WHAT THE EXERCISE ASKS
The following data has a line with "and the report." and a line with "let head = p.heading_deg();". Write out exactly those lines and all the lines between them.

[Saved data entries]
++++++

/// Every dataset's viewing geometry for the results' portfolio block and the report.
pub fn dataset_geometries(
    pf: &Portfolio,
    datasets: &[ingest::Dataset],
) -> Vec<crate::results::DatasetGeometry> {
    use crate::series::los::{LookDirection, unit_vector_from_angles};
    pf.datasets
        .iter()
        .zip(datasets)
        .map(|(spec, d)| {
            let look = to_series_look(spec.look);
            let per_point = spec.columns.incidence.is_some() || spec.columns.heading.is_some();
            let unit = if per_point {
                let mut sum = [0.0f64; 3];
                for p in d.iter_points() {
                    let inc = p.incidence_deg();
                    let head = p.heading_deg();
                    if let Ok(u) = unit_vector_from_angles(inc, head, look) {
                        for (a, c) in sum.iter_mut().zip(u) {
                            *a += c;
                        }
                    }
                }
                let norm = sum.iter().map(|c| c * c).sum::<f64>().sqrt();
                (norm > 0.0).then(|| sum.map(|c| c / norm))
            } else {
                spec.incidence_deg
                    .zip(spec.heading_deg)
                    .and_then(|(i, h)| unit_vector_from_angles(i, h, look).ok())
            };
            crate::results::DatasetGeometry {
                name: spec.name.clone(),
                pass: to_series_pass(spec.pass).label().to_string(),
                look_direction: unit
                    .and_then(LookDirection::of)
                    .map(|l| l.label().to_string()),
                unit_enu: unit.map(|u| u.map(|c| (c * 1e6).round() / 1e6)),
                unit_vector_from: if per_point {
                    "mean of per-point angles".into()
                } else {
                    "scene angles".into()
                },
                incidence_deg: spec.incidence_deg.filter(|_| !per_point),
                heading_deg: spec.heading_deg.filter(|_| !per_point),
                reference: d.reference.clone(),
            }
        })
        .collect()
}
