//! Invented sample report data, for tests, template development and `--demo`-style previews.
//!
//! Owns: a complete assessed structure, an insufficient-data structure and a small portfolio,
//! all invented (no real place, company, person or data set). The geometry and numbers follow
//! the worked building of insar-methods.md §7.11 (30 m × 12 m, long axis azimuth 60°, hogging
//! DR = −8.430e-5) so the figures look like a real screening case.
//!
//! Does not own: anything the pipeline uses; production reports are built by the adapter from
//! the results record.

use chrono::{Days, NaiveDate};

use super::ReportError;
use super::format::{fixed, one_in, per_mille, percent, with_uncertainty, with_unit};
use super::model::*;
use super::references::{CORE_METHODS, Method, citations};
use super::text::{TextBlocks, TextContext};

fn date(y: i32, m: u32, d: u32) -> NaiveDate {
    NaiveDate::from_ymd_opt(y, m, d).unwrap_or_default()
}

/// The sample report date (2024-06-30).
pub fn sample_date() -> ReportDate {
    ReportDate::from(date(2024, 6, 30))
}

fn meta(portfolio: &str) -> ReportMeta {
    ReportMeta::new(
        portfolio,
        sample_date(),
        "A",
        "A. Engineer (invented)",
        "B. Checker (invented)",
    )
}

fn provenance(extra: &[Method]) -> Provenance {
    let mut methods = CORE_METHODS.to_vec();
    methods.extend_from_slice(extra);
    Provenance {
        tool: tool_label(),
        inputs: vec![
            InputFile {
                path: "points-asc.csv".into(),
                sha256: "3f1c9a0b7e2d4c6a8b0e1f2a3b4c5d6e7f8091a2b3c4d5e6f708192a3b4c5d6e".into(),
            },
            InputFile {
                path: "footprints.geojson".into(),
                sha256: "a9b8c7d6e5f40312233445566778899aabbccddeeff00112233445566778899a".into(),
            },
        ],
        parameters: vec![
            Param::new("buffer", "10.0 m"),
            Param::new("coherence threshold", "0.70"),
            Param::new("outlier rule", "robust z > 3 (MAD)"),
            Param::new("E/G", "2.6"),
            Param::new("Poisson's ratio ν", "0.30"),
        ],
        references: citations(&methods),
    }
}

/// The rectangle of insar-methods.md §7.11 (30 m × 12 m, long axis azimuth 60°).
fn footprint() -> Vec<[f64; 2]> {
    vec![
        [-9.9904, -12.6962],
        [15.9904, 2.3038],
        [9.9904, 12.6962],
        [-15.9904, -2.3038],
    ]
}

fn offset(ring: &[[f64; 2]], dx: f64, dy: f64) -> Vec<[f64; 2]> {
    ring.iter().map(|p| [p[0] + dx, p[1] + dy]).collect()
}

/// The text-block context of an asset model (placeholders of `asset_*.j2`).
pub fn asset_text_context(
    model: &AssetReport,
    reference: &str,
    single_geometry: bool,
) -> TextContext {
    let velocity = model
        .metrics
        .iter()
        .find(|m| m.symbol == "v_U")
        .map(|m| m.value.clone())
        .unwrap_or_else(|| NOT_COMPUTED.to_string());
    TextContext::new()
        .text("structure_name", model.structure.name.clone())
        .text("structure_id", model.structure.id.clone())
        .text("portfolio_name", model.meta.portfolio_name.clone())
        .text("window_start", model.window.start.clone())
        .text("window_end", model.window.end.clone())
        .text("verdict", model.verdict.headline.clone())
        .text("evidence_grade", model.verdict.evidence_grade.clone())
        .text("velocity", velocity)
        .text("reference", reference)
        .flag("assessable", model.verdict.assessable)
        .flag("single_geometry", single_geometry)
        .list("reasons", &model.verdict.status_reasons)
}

++++++

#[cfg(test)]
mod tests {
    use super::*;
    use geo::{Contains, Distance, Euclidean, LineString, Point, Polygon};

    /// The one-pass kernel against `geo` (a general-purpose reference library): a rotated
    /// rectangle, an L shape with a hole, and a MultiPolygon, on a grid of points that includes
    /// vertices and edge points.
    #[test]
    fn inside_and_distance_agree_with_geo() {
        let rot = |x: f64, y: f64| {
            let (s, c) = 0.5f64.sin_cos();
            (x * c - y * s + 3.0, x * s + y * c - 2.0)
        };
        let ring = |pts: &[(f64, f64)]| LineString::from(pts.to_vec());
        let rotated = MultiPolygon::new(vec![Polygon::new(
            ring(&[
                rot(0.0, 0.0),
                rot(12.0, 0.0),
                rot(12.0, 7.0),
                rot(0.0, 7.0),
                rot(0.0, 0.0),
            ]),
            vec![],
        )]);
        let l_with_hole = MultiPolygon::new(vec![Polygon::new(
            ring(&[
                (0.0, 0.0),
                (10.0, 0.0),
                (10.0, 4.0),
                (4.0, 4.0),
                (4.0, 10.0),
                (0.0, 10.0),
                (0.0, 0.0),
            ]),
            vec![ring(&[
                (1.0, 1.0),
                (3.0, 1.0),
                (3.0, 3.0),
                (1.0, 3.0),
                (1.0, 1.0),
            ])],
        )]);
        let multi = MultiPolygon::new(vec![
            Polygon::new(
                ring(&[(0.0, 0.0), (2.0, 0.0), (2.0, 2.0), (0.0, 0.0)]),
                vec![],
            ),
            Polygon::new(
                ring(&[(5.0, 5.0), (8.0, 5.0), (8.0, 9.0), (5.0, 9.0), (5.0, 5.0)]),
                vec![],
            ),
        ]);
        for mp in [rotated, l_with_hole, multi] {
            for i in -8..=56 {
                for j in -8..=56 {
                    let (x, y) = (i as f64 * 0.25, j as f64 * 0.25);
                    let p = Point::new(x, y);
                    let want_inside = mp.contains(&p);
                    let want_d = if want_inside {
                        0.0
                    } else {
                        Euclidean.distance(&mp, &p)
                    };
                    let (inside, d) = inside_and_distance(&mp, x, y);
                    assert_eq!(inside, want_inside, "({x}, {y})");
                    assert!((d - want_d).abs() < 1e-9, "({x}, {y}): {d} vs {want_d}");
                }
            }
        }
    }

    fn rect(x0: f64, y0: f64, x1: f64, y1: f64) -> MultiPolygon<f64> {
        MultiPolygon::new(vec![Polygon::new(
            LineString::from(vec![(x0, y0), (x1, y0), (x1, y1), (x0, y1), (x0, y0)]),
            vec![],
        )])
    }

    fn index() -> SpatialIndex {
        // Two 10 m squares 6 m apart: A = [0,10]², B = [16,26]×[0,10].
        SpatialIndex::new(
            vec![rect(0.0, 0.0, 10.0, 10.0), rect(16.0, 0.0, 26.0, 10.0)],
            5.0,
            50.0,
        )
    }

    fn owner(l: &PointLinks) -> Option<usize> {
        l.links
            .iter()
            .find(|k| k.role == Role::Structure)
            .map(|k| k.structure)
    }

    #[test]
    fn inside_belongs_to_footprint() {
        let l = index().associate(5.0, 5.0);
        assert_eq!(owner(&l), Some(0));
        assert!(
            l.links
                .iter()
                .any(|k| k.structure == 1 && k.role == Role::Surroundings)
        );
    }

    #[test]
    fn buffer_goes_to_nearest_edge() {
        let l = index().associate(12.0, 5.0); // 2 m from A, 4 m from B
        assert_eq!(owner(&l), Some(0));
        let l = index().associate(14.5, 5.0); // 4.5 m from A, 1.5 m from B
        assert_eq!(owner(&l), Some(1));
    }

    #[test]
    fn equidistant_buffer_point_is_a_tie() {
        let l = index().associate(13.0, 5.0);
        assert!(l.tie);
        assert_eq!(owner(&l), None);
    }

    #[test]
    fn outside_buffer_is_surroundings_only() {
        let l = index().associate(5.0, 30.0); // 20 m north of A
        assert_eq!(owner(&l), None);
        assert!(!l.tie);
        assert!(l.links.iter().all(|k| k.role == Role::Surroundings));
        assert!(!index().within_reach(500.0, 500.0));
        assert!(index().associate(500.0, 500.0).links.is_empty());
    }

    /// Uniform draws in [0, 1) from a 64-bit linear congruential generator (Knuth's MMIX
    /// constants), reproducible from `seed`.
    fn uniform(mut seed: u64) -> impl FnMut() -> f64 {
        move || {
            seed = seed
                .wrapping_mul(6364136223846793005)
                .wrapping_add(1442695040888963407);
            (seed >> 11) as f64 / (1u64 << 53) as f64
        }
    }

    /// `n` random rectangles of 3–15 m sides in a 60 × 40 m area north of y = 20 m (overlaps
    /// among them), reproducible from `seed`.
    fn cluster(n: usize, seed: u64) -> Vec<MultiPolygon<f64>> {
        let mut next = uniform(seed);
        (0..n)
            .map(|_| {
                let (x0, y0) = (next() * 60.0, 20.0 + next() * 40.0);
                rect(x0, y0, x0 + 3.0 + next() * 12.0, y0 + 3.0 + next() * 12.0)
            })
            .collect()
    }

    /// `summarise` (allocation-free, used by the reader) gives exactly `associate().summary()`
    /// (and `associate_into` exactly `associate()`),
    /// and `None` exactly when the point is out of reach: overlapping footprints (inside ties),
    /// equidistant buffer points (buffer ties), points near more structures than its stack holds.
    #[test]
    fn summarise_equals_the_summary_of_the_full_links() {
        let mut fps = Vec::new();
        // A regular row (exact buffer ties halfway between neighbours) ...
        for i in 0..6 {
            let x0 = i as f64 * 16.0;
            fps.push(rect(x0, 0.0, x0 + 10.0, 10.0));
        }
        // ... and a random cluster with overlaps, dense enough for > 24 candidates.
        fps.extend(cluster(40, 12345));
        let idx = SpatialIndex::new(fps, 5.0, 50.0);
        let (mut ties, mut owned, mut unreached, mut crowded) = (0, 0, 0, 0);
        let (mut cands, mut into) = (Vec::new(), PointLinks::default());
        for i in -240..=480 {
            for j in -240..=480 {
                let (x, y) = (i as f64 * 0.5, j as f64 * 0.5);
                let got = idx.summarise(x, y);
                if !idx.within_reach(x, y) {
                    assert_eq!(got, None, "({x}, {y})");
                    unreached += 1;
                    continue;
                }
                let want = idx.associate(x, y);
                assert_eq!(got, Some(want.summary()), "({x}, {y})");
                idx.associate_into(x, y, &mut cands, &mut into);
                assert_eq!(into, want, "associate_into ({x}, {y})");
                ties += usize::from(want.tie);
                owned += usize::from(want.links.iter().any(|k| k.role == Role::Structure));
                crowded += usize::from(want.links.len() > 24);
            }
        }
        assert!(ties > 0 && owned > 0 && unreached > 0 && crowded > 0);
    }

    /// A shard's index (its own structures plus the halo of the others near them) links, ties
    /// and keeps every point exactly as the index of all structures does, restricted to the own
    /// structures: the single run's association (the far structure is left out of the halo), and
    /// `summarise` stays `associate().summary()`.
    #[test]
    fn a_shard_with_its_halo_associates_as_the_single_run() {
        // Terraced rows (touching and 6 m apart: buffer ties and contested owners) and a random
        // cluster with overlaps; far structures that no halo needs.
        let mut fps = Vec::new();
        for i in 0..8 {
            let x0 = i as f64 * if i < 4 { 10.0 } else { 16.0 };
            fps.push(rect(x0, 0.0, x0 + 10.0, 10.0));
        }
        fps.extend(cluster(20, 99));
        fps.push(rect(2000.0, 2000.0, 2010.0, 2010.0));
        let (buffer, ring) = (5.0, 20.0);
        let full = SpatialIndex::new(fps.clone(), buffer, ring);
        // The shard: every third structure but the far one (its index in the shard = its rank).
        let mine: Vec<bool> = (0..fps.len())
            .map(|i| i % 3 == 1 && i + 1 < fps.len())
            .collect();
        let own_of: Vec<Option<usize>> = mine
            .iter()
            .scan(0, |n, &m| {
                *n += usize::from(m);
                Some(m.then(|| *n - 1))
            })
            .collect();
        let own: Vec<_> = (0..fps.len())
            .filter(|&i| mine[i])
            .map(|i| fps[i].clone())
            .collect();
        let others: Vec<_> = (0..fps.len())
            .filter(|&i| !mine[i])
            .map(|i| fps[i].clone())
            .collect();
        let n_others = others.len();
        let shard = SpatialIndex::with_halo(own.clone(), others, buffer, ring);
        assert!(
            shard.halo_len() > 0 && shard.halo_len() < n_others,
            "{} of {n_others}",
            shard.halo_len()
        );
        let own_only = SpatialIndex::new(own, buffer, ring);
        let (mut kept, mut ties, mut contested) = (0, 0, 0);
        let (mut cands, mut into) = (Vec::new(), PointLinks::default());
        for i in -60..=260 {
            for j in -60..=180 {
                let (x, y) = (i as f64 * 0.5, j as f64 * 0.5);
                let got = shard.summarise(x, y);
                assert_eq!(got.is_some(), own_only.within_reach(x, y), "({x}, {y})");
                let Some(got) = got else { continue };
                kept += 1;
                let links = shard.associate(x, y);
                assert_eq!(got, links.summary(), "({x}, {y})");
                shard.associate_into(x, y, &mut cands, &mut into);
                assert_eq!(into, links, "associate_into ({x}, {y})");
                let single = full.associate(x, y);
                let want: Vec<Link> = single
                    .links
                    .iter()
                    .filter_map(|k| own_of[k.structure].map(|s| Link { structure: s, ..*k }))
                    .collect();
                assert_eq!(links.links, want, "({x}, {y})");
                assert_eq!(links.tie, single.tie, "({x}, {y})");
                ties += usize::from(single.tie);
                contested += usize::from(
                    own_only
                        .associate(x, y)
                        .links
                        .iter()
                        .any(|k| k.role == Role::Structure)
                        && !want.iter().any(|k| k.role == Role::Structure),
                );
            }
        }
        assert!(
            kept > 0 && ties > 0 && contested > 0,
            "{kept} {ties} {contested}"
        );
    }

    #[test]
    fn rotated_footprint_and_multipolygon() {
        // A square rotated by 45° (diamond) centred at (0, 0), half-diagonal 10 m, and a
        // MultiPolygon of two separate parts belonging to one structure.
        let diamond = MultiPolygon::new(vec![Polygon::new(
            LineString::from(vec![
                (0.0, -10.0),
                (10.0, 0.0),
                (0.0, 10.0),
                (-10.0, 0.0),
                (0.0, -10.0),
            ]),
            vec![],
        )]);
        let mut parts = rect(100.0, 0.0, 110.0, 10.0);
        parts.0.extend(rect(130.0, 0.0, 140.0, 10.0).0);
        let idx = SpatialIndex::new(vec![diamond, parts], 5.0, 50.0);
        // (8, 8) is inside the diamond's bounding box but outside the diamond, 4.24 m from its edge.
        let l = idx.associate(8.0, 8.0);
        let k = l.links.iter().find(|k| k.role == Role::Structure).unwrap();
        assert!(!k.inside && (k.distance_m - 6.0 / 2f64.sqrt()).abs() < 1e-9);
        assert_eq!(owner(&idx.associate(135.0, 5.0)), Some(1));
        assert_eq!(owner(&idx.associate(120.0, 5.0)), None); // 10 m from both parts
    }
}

++++++

ANSWER SECTION
/// Every dataset's viewing geometry for the results' portfolio block and the report.
pub fn dataset_geometries(
    pf: &Portfolio,
    datasets: &[ingest::Dataset],
) -> Vec<crate::results::DatasetGeometry> {
    use crate::series::los::{LookDirection, unit_vector_from_angles};
    pf.datasets
        .iter()
        .zip(datasets)
        .map(|(spec, d)| {
            let look = to_series_look(spec.look);
            let per_point = spec.columns.incidence.is_some() || spec.columns.heading.is_some();
            let unit = if per_point {
                let mut sum = [0.0f64; 3];
                for p in d.iter_points() {
                    let inc = p.incidence_deg();
                    let head = p.heading_deg();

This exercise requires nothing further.